The female lead of the Wonder Woman film (Gal Gadot) said that the director should be credited for not turning the Wonder Woman movie into a ballbuster. Although, it would not have taken much to convert the movie into something of that nature. Patty Jenkins made sure to capture different focus points in the movie. And with her directing experience, she created Wonder Woman to be a loving, compassionate, confident, and gentle superhero who could also take on any challenge. Wonder Woman can be very relatable in so many ways.
Patty Jenkins said that her emboldened apprehension applies to both real Hollywood machinery and mythic fiction. According to Jenkins, her mother was a second-wave feminist, and the way she was raised, she was both aware of the existence of sexism but that she was free to do whatever she wanted.
Jenkins once said that she’s sure there’s a history of belief that certain jobs are masculine, but the idea that the position of a director should fall into that category was confusing. She said it felt like a natural job for a woman. According to her, it is very maternal in a way, since it means caretaking all these sorts of things. Jenkins said that seeing Lynda Carter in the 70’s was a big deal for her when she was growing up. Patty Jenkins believes that one of the reasons it happened was because she liked Diana while growing up.

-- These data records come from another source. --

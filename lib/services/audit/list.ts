import { stringify } from 'csv-stringify/sync';
import { thingNames, trail, type TrailFilter, type TrailRow } from '@/db/queries/trail';
import { authorize } from '@/lib/auth/authorize';
import type { Actor } from '@/lib/auth/policies';
import type { TrailLine, TrailQuery } from '@/lib/contracts/people';
import { InvalidError } from '@/lib/errors';
import { namesOf } from '../entries/names';
import { iso } from '../iso';
import { about, says } from './words';

/** More than a cellar writes in years; an export past it is asked for by its dates. */
const MOST_EXPORTED = 50_000;

type Filter = Omit<TrailQuery, 'cursor' | 'limit'>;

const whereOf = (filter: Filter): Omit<TrailFilter, 'cellarId' | 'limit'> => ({
  kind: filter.kind,
  personId: filter.person,
  from: filter.from === undefined ? undefined : new Date(filter.from),
  to: filter.to === undefined ? undefined : new Date(filter.to),
});

async function namesIn(rows: readonly TrailRow[], cellarId: string | null): Promise<Map<string, string>> {
  const people = await namesOf(rows.filter(({ action }) => action.startsWith('member.') || action === 'cellar.handed-over').flatMap(about));
  return cellarId === null ? people : new Map([...(await thingNames(cellarId, rows.flatMap(about))), ...people]);
}

function present(row: TrailRow, names: ReadonlyMap<string, string>): TrailLine {
  return {
    id: row.id,
    at: iso(row.at),
    kind: row.kind,
    action: row.action,
    says: says(row, names),
    subject: row.subject,
    person: row.personId === null ? null : { id: row.personId, name: row.personName ?? '' },
    address: row.address,
    means: row.means,
    detail: row.detail,
  };
}

function cursorOf(cursor: string | undefined): number | undefined {
  if (cursor === undefined) return undefined;
  if (!/^\d{1,15}$/.test(cursor)) throw new InvalidError('The page to go on from is not one of this list.', { cursor: ['is not a cursor of this list'] });
  return Number(cursor);
}

async function page(filter: TrailFilter): Promise<{ items: TrailLine[]; next_cursor: string | null }> {
  const rows = await trail({ ...filter, limit: filter.limit + 1 });
  const shown = rows.slice(0, filter.limit);
  const names = await namesIn(shown, filter.cellarId);
  return { items: shown.map((row) => present(row, names)), next_cursor: rows.length > filter.limit ? String(shown.at(-1)!.id) : null };
}

/** Who did what in the cellar, newest first. */
export async function listTrail(actor: Actor, { cursor, limit, ...filter }: TrailQuery): Promise<{ items: TrailLine[]; next_cursor: string | null }> {
  authorize(actor, 'audit.read');
  return page({ ...whereOf(filter), cellarId: actor.cellarId, before: cursorOf(cursor), limit });
}

/** What happened to a person's own account. */
export async function listAccountTrail(personId: string, { cursor, limit, ...filter }: TrailQuery): Promise<{ items: TrailLine[]; next_cursor: string | null }> {
  return page({ ...whereOf(filter), cellarId: null, personId, before: cursorOf(cursor), limit });
}

async function whole(actor: Actor, filter: Filter): Promise<TrailLine[]> {
  authorize(actor, 'audit.read');
  const rows = await trail({ ...whereOf(filter), cellarId: actor.cellarId, limit: MOST_EXPORTED });
  const names = await namesIn(rows, actor.cellarId);
  return rows.map((row) => present(row, names));
}

/** The trail as CSV (RFC 4180). A spreadsheet would run a cell that begins like a formula: it gets a quote before it (OWASP ASVS 5.0 1.2.10). */
export async function trailAsCsv(actor: Actor, filter: Filter): Promise<string> {
  const lines = await whole(actor, filter);
  return stringify(
    lines.map((line) => [line.at, line.person?.name ?? '', line.says, line.kind, line.action, line.subject, line.address ?? '', line.means ?? '', JSON.stringify(line.detail)]),
    { header: true, columns: ['at', 'who', 'what', 'kind', 'action', 'subject', 'address', 'by', 'detail'], escape_formulas: true, record_delimiter: 'windows' },
  );
}

export async function trailAsJson(actor: Actor, filter: Filter): Promise<string> {
  return JSON.stringify({ items: await whole(actor, filter) }, null, 2);
}
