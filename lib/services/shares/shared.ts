import { Op } from 'sequelize';
import { inTransaction } from '@/db/client';
import { Batch, Entry, Lot, Person, Share, Tasting } from '@/db/models';
import { keptCurve } from '@/db/queries/batch-states';
import { countTry } from '@/db/queries/sign-in-tries';
import { hashLinkToken } from '@/lib/auth/link-tokens';
import { systemClock, type Clock } from '@/lib/clock';
import { ENTRY_KINDS } from '@/lib/contracts/batches';
import { snakeKeys } from '@/lib/contracts/case';
import type { SharedBatch } from '@/lib/contracts/shares';
import type { GuestTasting } from '@/lib/contracts/tastings';
import { ForbiddenError, NotFoundError, ThrottledError } from '@/lib/errors';
import { seriesOf } from '../batches/get-series';
import { suggestionOf } from '../drink/name';
import { drinkState } from '../drink/state';
import { namesOf } from '../entries/names';
import { iso, isoOrNull } from '../iso';
import { howOfLot } from '../lots/how';
import { keptBench, keptCost } from '../lots/kept';
import { lotFacts } from '../labels/facts';
import { summaryOf } from '../tastings/summary';
import { writeTasting } from '../tastings/write';

const SERIES_POINTS = 300;
/** Looks are counted once in a while: one that is loaded over and over is one. */
const LOOK_EVERY_MS = 60_000;
/** Notes by one address on one link: a party's worth, then a wait. */
const BY_ADDRESS = { free: 20, firstWaitS: 60, mostWaitS: 3600 };
/** Notes that one link takes in all. */
const MOST_NOTES = 500;

const CAUTIONS = [
  'Alcohol. The age and the law of the place where you are apply; drink made at home is generally not for sale.',
  'A bottle under pressure: chill it, open it away from faces. If one gushes, open the others outdoors, with eye protection.',
] as const;

/** @throws NotFoundError once it has expired or was revoked, as for one that never was. */
async function openShare(token: string, now: number): Promise<Share> {
  const share = await Share.findOne({ where: { tokenHash: hashLinkToken(token), revokedAt: null, expiresAt: { [Op.gt]: new Date(now) } } });
  if (!share) throw new NotFoundError('shared batch');
  return share;
}

interface Look {
  clock?: Clock;
  /** The open page asks by itself: nobody has looked. */
  again?: boolean;
}

/** One batch for whoever has the address: figures and curve, no text of the log, and no names but those that were given. */
export async function getShared(token: string, { clock = systemClock, again = false }: Look = {}): Promise<SharedBatch> {
  const now = clock.now();
  const share = await openShare(token, now);
  if (!again && (!share.lastLookedAt || now - share.lastLookedAt.getTime() > LOOK_EVERY_MS)) await share.update({ lookedAt: share.lookedAt + 1, lastLookedAt: new Date(now) });
  const batch = await Batch.findByPk(share.batchId, { rejectOnEmpty: true });
  const state = await drinkState(batch, new Date(now));
  const abv = state.strength?.balling.value ?? null;
  const entries = await Entry.findAll({ where: { batchId: batch.id, removedAt: { [Op.is]: null } }, order: [['at', 'ASC']], limit: 500 });
  const lots = await Lot.findAll({ where: { batchId: batch.id }, order: [['bottledAt', 'ASC']] });
  return {
    name: batch.name,
    kind: batch.kind,
    called: suggestionOf(state, abv?.value ?? 0).name,
    drink_colour: batch.drinkColour,
    vessel_kind: batch.vesselKind,
    pitched_at: isoOrNull(batch.pitchedAt),
    ended_at: isoOrNull(batch.endedAt),
    original_gravity: batch.originalGravity,
    gravity: state.gravity,
    abv_percent: abv,
    how: state.strength ? snakeKeys(state.strength.balling.how) : null,
    series: await seriesOf(batch.cellarId, batch.id, { points: SERIES_POINTS }),
    curve: await keptCurve(batch.id),
    entries: entries.flatMap((entry) => {
      const kind = ENTRY_KINDS.find((item) => item === entry.kind);
      return kind && kind !== 'note' && kind !== 'observation' ? [{ kind, at: iso(entry.at), gravity: entry.kind === 'reading' || entry.kind === 'pitch' ? entry.gravity : null }] : [];
    }),
    lots: await Promise.all(lots.map((lot) => sharedLot(lot, share, now))),
    by: share.showPeople && share.createdBy ? ((await Person.findByPk(share.createdBy))?.name ?? null) : null,
    cautions: [...CAUTIONS],
    takes_tastings: share.takesTastings && lots.length > 0,
    expires_at: iso(share.expiresAt),
  };
}

async function sharedLot(lot: Lot, share: Share, now: number): Promise<SharedBatch['lots'][number]> {
  const tastings = await Tasting.findAll({ where: { lotId: lot.id, removedAt: null }, order: [['at', 'DESC']], limit: 200 });
  const names = await namesOf(tastings.map((tasting) => (tasting.showName ? tasting.personId : null)));
  const facts = await lotFacts(lot);
  return {
    id: lot.id,
    code: lot.code,
    name: lot.name,
    bottled_at: iso(lot.bottledAt),
    ready_from: iso(lot.readyFrom),
    ready: lot.readyFrom.getTime() <= now,
    sparkle: lot.sparkle,
    abv_percent: lot.abv,
    how: howOfLot(lot, keptBench(lot.bench), keptCost(lot.cost)).strength,
    allergens: facts.allergens.text,
    caution: lot.caution !== null,
    tastings: summaryOf(tastings),
    words: tastings.flatMap((tasting) => {
      if (tasting.words === null) return [];
      // A name stands here only where the link shows people and this person chose it.
      const name = !share.showPeople || !tasting.showName ? null : tasting.personId === null ? tasting.guestName : (names.get(tasting.personId) ?? null);
      return [{ at: iso(tasting.at), by: name, words: tasting.words, score: tasting.score, sparkle: tasting.sparkle }];
    }),
  };
}

/** A guest's note through the link. A name is written only by those who want it to be read. */
export async function tasteShared(token: string, input: GuestTasting, address: string, clock: Clock = systemClock): Promise<{ id: string }> {
  const now = clock.now();
  const share = await openShare(token, now);
  if (!share.takesTastings) throw new ForbiddenError('This link takes no tasting notes.');
  const wait = await countTry(`tasting:${share.id}:${address}`, BY_ADDRESS);
  if (wait > 0) throw new ThrottledError(wait, `That is a lot of notes. The next one counts in ${wait} s.`);
  return inTransaction(async (transaction) => {
    const lot = await Lot.findOne({ where: { id: input.lot_id, batchId: share.batchId }, transaction, lock: transaction.LOCK.UPDATE });
    if (!lot) throw new NotFoundError('lot');
    if ((await Tasting.count({ where: { shareId: share.id }, transaction })) >= MOST_NOTES) throw new ThrottledError(86_400, 'This link has taken all the notes it can.');
    const tasting = await writeTasting(lot, input, { at: new Date(now), personId: null, shareId: share.id, guestName: input.guest_name, showName: input.guest_name !== null }, transaction);
    return { id: tasting.id };
  });
}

As Jenkins gets mostly positive feedback for “Wonder Woman,” she feels affirmed in hewing to her egalitarian outlook. She doesn’t see wonder woman as a female film, but instead, she sees her as a major female superhero. Jenkins also stresses the difference between choosing to be on the front lines as a prominent activist and creating empowering work.
Meanwhile, Jenkins advises young women filmmakers not to give attention to the systematic bias in filmmaking. She doesn’t believe that asking “how to make it as a female filmmaker” helps in anyway. She believes that the sexism is real and women are only more powerful when they continue forging ahead.